Problem to work on:
Exactly the lines from the one that holds "integral of H." to the end of the data below: retype these and nothing else.

Saved data entries:
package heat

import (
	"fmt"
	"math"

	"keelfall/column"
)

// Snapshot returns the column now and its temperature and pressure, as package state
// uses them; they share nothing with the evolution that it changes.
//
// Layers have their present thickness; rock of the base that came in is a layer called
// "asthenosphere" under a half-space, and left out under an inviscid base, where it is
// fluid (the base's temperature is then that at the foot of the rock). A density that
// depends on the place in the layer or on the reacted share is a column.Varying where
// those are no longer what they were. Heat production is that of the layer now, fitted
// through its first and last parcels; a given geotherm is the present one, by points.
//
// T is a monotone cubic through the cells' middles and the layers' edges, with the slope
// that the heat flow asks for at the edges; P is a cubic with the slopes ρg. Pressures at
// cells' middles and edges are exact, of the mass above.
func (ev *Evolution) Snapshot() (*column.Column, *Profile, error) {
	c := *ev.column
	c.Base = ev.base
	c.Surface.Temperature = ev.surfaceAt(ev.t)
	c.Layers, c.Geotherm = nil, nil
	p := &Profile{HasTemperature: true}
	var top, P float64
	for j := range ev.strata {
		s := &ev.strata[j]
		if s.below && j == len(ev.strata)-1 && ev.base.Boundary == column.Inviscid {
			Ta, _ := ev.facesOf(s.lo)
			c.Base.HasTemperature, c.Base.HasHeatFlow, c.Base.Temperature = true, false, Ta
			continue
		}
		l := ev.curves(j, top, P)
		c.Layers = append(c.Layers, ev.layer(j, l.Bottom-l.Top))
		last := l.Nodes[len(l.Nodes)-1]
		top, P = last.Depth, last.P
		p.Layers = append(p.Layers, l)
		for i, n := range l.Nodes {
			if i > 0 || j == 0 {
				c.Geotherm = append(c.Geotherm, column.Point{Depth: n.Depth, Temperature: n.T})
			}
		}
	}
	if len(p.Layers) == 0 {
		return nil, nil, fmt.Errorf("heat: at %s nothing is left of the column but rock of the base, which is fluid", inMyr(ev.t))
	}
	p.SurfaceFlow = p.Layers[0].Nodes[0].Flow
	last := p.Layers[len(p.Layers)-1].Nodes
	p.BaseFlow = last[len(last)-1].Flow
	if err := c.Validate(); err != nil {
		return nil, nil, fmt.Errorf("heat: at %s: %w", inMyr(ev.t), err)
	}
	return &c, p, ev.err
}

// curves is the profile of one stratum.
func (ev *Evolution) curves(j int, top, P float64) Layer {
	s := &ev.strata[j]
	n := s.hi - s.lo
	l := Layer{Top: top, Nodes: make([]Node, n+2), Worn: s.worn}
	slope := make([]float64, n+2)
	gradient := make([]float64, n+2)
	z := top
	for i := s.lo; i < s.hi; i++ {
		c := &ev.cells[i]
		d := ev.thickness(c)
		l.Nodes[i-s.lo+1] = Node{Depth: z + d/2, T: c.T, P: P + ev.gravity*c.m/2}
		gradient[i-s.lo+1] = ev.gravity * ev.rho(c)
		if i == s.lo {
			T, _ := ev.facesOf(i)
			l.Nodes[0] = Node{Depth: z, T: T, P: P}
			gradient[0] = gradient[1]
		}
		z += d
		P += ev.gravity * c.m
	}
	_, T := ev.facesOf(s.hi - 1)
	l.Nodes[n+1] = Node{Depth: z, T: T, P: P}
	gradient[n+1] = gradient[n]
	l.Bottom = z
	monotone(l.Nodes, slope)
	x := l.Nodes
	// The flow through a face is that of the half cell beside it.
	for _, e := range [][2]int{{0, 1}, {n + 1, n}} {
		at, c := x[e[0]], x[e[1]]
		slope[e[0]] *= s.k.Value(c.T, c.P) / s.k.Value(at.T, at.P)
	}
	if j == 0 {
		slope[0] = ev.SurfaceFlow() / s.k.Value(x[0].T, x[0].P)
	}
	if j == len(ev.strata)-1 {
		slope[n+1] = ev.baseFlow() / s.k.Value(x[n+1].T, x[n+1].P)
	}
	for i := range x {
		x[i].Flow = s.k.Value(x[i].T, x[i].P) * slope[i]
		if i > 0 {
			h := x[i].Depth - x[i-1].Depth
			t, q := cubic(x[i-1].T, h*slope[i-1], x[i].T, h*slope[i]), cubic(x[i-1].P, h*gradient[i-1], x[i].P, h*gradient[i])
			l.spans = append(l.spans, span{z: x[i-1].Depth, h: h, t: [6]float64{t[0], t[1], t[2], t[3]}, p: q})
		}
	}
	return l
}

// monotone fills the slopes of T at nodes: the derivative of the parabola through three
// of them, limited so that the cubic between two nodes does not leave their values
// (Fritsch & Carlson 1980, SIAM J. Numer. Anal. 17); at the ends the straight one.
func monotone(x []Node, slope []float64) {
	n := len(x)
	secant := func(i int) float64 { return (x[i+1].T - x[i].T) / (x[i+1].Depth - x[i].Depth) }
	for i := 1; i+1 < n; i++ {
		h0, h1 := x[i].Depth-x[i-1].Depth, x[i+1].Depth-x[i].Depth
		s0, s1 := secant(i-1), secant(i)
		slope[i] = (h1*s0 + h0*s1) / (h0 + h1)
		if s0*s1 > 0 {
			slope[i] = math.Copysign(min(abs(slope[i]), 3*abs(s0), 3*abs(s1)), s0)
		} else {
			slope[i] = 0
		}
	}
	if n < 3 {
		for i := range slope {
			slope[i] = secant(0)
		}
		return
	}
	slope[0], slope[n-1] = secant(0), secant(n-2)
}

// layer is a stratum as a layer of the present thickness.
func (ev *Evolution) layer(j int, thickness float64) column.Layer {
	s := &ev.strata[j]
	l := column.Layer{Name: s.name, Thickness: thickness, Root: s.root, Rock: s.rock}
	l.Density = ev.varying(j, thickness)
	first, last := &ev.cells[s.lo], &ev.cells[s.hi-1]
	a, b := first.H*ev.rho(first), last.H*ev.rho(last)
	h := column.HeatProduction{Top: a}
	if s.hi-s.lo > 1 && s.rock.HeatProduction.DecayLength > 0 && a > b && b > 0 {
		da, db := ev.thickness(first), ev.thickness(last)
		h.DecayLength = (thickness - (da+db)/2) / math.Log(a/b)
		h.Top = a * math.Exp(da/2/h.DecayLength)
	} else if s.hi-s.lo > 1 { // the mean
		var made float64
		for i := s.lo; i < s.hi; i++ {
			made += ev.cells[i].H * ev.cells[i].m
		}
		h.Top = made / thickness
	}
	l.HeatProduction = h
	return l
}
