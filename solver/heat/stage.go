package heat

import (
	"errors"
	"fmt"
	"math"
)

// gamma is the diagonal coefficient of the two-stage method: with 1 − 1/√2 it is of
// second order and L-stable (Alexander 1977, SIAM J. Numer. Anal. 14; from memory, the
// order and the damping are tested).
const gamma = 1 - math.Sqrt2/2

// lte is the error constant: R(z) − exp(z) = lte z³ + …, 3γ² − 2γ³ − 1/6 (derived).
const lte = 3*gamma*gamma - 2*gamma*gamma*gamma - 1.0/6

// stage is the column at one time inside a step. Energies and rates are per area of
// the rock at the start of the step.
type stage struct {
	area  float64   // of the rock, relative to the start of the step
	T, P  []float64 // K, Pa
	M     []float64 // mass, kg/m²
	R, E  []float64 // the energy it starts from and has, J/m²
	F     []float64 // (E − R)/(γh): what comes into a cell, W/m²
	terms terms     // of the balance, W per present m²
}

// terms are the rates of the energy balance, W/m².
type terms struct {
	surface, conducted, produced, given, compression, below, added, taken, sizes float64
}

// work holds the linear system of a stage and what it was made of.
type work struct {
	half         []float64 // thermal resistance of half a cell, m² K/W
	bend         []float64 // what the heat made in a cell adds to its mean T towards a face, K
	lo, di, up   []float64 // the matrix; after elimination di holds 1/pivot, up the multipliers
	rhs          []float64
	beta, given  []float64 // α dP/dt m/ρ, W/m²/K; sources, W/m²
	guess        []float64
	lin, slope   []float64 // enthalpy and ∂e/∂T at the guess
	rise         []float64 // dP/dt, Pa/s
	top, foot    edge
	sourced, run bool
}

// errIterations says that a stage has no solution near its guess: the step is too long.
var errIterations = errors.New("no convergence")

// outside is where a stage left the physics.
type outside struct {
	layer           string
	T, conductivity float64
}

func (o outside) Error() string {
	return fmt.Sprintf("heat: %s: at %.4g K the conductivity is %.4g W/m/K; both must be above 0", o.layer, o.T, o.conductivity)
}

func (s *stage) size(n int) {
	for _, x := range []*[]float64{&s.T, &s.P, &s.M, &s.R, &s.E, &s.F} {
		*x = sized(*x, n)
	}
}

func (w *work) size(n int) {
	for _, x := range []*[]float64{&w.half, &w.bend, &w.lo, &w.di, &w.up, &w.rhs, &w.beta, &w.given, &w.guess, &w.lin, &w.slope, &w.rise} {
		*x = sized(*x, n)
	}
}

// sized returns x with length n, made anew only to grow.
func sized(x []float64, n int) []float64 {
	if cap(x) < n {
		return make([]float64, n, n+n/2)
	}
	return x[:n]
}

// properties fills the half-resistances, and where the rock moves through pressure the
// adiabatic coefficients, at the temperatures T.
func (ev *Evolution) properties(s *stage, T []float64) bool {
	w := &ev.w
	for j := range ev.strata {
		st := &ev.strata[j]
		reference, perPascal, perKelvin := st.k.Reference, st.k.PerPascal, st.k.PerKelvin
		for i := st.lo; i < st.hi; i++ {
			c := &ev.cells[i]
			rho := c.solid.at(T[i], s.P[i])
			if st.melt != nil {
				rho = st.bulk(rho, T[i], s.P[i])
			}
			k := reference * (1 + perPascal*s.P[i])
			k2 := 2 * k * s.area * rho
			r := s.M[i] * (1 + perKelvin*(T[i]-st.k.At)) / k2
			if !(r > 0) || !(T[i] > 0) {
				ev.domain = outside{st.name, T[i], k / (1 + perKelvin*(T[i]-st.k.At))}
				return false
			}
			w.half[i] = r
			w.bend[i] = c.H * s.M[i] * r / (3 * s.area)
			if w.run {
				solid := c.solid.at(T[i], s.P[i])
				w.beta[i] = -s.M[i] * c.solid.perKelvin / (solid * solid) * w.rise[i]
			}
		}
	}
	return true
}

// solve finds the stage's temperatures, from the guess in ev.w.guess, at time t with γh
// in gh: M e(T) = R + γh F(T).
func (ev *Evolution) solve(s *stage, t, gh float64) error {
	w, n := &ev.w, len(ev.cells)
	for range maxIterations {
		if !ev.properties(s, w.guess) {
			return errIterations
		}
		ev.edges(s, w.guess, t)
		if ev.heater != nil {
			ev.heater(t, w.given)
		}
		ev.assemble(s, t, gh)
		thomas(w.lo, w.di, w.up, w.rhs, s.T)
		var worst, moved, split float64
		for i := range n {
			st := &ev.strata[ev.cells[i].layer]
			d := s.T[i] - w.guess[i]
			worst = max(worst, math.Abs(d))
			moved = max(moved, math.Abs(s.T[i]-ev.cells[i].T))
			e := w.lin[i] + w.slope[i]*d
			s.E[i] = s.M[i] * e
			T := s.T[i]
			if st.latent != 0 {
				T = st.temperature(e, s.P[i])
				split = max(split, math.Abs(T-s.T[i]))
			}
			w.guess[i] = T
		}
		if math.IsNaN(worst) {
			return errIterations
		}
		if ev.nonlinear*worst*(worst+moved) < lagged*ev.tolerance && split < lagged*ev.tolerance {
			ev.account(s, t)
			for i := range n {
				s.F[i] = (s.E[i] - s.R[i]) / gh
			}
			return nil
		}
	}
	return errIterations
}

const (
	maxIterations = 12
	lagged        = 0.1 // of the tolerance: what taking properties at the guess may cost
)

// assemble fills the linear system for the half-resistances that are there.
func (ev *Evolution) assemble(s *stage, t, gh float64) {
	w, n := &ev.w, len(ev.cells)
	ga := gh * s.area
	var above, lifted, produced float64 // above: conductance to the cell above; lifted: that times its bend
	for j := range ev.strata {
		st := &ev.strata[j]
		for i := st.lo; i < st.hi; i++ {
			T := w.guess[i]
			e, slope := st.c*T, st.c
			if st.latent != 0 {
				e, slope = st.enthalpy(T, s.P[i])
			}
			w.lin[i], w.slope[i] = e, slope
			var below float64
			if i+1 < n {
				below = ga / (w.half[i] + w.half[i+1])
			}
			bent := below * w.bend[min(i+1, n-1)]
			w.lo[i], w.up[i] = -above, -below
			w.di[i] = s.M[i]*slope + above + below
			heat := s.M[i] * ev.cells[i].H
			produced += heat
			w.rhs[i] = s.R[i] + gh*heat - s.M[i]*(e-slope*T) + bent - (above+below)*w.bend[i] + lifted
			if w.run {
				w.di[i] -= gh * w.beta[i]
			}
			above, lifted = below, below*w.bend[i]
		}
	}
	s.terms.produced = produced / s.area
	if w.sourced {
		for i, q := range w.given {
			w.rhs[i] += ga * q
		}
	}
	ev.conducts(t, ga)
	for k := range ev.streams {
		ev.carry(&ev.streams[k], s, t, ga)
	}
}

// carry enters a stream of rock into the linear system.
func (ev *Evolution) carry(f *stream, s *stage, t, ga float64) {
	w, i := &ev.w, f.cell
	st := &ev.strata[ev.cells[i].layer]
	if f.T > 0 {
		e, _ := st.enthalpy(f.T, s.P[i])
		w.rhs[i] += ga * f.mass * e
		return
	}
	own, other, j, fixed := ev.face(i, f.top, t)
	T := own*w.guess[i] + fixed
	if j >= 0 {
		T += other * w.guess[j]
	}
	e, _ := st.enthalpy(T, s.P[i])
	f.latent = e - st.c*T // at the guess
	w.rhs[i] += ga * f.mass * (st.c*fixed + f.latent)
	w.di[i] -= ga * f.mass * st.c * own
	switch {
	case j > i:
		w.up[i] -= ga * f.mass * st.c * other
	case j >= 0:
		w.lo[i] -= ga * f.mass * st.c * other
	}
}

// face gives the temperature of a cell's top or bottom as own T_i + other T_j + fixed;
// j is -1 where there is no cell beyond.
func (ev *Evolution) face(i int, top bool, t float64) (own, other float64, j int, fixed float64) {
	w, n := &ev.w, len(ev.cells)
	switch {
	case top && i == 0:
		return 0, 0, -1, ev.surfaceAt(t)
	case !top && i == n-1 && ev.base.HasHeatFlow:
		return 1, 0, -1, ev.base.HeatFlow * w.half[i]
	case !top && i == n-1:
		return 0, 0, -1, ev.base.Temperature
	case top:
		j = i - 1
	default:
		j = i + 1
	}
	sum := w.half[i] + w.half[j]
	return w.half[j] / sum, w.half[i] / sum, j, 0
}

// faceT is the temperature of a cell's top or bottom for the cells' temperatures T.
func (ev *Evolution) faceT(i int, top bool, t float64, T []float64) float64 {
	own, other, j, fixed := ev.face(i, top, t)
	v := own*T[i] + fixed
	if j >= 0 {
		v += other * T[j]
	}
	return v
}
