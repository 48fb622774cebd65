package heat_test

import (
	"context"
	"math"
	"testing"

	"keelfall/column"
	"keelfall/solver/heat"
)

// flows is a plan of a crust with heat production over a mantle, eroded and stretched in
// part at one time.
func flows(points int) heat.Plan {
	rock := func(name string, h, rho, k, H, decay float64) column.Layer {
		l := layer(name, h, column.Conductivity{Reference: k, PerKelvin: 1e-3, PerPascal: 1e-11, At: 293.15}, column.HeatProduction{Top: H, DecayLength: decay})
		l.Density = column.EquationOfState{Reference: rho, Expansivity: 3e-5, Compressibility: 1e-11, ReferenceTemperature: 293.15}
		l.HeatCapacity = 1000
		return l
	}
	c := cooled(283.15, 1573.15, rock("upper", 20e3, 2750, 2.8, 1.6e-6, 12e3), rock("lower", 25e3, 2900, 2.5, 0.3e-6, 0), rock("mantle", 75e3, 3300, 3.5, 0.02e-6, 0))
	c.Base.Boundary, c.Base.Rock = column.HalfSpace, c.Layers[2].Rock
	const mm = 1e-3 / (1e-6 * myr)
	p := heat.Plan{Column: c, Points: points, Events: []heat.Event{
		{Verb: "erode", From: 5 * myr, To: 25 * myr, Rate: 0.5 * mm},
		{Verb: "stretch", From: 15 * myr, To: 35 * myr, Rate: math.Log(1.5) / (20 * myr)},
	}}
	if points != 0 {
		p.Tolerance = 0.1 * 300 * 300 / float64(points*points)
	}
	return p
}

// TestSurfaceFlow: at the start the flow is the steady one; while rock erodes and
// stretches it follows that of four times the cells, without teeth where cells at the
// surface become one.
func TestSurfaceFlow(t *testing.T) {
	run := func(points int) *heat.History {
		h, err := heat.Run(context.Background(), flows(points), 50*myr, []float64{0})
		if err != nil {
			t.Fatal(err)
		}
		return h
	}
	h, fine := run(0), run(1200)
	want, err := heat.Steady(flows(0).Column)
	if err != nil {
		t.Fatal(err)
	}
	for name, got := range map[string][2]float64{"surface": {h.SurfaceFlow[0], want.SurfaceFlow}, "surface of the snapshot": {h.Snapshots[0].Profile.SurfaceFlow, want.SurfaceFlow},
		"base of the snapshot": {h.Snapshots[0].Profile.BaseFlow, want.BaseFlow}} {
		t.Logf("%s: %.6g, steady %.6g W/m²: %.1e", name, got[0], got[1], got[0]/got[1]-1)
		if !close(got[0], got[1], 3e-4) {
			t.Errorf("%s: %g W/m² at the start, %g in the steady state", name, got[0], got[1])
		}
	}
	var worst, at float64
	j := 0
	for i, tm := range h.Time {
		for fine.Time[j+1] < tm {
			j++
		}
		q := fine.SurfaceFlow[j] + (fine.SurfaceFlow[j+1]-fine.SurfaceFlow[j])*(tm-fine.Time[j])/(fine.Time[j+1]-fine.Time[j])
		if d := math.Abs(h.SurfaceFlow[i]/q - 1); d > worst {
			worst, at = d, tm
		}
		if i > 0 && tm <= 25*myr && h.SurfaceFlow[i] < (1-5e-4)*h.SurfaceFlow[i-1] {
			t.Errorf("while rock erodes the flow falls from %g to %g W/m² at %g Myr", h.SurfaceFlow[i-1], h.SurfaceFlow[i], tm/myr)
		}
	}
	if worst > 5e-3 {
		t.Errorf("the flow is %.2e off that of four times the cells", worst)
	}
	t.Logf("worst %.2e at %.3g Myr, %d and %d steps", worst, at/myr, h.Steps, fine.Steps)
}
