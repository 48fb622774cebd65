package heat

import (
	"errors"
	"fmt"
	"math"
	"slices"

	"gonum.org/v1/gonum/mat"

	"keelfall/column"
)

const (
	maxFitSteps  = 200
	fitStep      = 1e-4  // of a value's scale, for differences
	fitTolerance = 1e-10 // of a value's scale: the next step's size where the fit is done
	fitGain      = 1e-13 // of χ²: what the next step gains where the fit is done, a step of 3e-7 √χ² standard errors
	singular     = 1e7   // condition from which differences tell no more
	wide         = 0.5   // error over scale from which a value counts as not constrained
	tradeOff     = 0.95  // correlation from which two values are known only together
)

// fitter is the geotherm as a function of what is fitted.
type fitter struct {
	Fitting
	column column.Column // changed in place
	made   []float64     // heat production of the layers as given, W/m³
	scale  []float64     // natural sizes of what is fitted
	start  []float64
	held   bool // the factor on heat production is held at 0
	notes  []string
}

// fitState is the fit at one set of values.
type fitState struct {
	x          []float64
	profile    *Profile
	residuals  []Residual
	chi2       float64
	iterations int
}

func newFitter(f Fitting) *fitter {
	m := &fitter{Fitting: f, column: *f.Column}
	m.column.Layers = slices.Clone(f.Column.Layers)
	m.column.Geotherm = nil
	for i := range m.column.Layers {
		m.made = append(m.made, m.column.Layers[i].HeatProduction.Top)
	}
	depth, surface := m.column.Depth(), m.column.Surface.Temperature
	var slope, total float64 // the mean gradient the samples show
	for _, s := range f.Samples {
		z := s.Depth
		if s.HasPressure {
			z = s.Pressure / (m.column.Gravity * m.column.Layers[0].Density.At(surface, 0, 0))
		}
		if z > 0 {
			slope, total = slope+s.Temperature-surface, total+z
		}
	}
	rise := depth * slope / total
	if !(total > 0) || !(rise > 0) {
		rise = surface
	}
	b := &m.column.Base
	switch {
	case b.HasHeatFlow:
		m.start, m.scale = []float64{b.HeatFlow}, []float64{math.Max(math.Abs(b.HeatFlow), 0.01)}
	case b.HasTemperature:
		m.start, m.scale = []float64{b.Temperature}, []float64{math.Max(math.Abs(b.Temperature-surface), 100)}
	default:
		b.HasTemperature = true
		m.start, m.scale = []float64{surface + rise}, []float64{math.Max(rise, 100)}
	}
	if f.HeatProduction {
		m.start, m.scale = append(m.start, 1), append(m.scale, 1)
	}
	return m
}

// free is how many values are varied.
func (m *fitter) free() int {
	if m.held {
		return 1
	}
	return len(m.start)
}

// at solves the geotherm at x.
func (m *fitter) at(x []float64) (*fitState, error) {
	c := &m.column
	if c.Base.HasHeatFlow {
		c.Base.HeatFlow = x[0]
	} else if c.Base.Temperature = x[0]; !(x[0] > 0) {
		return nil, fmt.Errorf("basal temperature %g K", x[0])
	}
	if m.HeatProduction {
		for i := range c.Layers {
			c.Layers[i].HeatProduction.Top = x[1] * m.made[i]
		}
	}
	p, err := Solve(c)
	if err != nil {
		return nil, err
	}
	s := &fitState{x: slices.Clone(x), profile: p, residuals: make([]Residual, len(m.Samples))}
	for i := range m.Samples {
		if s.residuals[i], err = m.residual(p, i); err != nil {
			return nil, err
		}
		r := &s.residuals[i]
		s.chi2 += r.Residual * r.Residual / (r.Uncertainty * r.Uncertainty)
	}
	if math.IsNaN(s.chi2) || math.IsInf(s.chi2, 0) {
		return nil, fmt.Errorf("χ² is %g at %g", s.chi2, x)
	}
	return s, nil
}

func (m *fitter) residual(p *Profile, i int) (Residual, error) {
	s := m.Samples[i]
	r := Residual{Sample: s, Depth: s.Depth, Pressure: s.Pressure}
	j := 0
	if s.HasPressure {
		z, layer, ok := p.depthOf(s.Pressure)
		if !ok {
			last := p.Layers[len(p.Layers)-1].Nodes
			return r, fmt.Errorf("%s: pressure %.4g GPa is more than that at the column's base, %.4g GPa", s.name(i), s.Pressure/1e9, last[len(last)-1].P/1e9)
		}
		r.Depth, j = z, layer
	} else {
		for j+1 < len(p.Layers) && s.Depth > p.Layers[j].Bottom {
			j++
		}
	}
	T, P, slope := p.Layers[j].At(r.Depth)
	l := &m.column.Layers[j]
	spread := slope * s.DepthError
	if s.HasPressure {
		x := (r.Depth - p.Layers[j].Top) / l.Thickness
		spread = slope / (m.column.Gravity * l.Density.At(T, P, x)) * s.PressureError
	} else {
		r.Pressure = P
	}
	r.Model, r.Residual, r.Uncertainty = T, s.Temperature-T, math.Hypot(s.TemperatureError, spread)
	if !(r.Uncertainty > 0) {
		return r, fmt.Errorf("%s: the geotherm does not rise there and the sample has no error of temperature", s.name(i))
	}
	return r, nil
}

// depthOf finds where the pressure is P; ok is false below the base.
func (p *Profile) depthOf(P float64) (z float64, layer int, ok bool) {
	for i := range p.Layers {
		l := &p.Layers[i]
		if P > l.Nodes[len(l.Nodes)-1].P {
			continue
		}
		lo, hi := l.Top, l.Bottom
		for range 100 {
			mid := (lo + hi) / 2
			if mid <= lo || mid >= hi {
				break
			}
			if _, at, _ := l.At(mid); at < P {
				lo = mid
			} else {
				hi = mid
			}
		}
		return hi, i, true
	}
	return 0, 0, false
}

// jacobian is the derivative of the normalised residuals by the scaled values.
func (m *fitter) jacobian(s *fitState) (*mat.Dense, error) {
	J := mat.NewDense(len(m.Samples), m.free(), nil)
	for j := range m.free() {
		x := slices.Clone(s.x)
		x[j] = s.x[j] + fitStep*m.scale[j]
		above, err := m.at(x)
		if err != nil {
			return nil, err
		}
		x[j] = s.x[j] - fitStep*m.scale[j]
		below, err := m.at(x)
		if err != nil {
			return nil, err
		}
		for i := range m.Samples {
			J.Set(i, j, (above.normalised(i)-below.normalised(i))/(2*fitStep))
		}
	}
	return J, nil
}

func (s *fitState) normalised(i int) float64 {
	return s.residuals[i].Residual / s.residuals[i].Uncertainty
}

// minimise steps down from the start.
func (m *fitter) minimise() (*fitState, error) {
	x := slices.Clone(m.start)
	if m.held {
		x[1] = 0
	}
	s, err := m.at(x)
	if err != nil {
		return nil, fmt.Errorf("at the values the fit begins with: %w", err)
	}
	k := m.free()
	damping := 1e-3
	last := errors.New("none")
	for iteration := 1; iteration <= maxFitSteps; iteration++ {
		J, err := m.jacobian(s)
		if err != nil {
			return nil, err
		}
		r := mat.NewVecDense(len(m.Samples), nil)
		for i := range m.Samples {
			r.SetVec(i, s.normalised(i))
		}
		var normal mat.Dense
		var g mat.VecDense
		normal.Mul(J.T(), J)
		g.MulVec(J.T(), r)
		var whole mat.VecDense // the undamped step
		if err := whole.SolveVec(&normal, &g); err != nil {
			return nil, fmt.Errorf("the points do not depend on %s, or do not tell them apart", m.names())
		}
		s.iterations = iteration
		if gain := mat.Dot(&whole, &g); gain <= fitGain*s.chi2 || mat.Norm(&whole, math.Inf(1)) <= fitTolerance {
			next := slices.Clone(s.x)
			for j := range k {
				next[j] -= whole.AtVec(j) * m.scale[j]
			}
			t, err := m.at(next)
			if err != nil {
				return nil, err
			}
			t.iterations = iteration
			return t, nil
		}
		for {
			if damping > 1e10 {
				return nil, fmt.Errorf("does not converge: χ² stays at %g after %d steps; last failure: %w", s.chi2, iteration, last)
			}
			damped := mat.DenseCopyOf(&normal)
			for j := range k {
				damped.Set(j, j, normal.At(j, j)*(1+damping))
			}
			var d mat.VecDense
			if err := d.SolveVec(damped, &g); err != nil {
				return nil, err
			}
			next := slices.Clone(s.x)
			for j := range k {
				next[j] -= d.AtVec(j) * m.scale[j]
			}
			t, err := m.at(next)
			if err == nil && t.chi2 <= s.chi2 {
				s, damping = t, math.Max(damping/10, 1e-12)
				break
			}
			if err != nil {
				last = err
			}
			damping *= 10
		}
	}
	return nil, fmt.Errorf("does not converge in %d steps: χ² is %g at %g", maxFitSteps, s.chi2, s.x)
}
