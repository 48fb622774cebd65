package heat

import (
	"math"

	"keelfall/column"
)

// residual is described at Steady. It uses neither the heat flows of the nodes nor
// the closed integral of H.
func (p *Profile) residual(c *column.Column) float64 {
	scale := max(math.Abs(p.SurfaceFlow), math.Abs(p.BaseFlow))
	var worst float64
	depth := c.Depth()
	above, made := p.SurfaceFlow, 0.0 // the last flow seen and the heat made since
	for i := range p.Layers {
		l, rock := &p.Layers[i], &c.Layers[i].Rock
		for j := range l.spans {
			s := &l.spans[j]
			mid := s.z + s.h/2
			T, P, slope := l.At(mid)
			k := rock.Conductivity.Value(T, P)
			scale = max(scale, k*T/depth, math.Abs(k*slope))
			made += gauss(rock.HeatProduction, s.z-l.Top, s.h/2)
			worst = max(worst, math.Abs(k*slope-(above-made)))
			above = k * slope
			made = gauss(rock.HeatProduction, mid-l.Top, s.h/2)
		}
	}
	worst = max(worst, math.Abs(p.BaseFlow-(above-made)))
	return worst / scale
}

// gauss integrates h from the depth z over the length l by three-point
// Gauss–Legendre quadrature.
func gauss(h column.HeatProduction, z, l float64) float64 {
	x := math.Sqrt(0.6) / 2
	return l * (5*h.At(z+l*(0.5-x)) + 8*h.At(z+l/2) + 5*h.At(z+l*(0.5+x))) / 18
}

Response:
// the closed integral of H.
func (p *Profile) residual(c *column.Column) float64 {
	scale := max(math.Abs(p.SurfaceFlow), math.Abs(p.BaseFlow))
	var worst float64
	depth := c.Depth()
	above, made := p.SurfaceFlow, 0.0 // the last flow seen and the heat made since
	for i := range p.Layers {
		l, rock := &p.Layers[i], &c.Layers[i].Rock
		for j := range l.spans {
			s := &l.spans[j]
			mid := s.z + s.h/2
			T, P, slope := l.At(mid)
			k := rock.Conductivity.Value(T, P)
			scale = max(scale, k*T/depth, math.Abs(k*slope))
			made += gauss(rock.HeatProduction, s.z-l.Top, s.h/2)
			worst = max(worst, math.Abs(k*slope-(above-made)))
			above = k * slope
			made = gauss(rock.HeatProduction, mid-l.Top, s.h/2)
		}
	}
	worst = max(worst, math.Abs(p.BaseFlow-(above-made)))
	return worst / scale
}

// gauss integrates h from the depth z over the length l by three-point
// Gauss–Legendre quadrature.
func gauss(h column.HeatProduction, z, l float64) float64 {
	x := math.Sqrt(0.6) / 2
	return l * (5*h.At(z+l*(0.5-x)) + 8*h.At(z+l/2) + 5*h.At(z+l*(0.5+x))) / 18
}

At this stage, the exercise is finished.